[Data listing]
//! The thread that reads the weights topic from its beginning (it is compacted: the latest
//! message per experiment survives) and follows it, offering every message to the table.

use std::sync::atomic::{AtomicBool, Ordering};
use std::sync::Arc;
use std::time::Duration;

use rdkafka::consumer::{BaseConsumer, Consumer};
use rdkafka::error::KafkaError;
use rdkafka::message::Message;
use rdkafka::types::RDKafkaErrorCode;
use rdkafka::{ClientConfig, Offset, TopicPartitionList};

use crate::counters::Counters;
use crate::table::Table;

pub(crate) struct Follower {
    pub consumer: BaseConsumer,
    pub topic: String,
    pub table: Arc<Table>,
    pub counters: Arc<Counters>,
    pub stop: Arc<AtomicBool>,
    /// Set once every partition was read to the end it had when the follower started.
    pub loaded: Arc<AtomicBool>,
}

/// A consumer that reads without a group: partitions are assigned, never committed.
pub(crate) fn consumer(brokers: &str, extra: &std::collections::BTreeMap<String, String>) -> Result<BaseConsumer, KafkaError> {
    let mut c = ClientConfig::new();
    c.set("bootstrap.servers", brokers)
        .set("group.id", format!("apportion-client-{:016x}", crate::random_u64()))
        .set("enable.auto.commit", "false")
        .set("enable.partition.eof", "true")
        .set("auto.offset.reset", "earliest");
    for (k, v) in extra {
        c.set(k, v);
    }
    c.create()
}

impl Follower {
    pub fn run(self) {
        let mut unread: Option<usize> = None;
        while !self.stop.load(Ordering::SeqCst) {
            if unread.is_none() {
                unread = self.assign_all();
                if unread.is_none() {
                    std::thread::sleep(Duration::from_millis(200));
                    continue;
                }
                if unread == Some(0) {
                    self.loaded.store(true, Ordering::SeqCst);
                }
            }
            let mut offered = false;
            let mut wait = Duration::from_millis(100);
            for _ in 0..10_000 {
                match self.consumer.poll(wait) {
                    None => break,
                    Some(Ok(m)) => {
                        self.counters.count_offered(self.table.offer(m.key(), m.payload()));
                        offered = true;
                    }
                    Some(Err(KafkaError::PartitionEOF(_))) => {
                        if let Some(n) = unread.as_mut() {
                            if *n > 0 {
                                *n -= 1;
                                if *n == 0 {
                                    self.table.publish();
                                    self.loaded.store(true, Ordering::SeqCst);
                                }
                            }
                        }
                    }
                    Some(Err(KafkaError::MessageConsumption(RDKafkaErrorCode::UnknownTopicOrPartition))) => {
                        unread = None;
                        break;
                    }
                    Some(Err(_)) => break,
                }
                wait = Duration::ZERO;
            }
            if offered {
                self.table.publish();
            }
        }
    }

    /// Assigns every partition of the topic from its beginning; the number of partitions, or
    /// `None` while the topic cannot be seen.
    fn assign_all(&self) -> Option<usize> {
        let md = self.consumer.fetch_metadata(Some(&self.topic), Duration::from_secs(2)).ok()?;
        let t = md.topics().iter().find(|t| t.name() == self.topic)?;
        if t.partitions().is_empty() || t.error().is_some() {
            return None;
        }
        let mut tpl = TopicPartitionList::new();
        for p in t.partitions() {
            tpl.add_partition_offset(&self.topic, p.id(), Offset::Beginning).ok()?;
        }
        self.consumer.assign(&tpl).ok()?;
        Some(t.partitions().len())
    }
}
[/Data listing]
▶ [What is required]:
Show every line of the data in which the word "extra" appears.

▶ [Problem solution]:
pub(crate) fn consumer(brokers: &str, extra: &std::collections::BTreeMap<String, String>) -> Result<BaseConsumer, KafkaError> {
    for (k, v) in extra {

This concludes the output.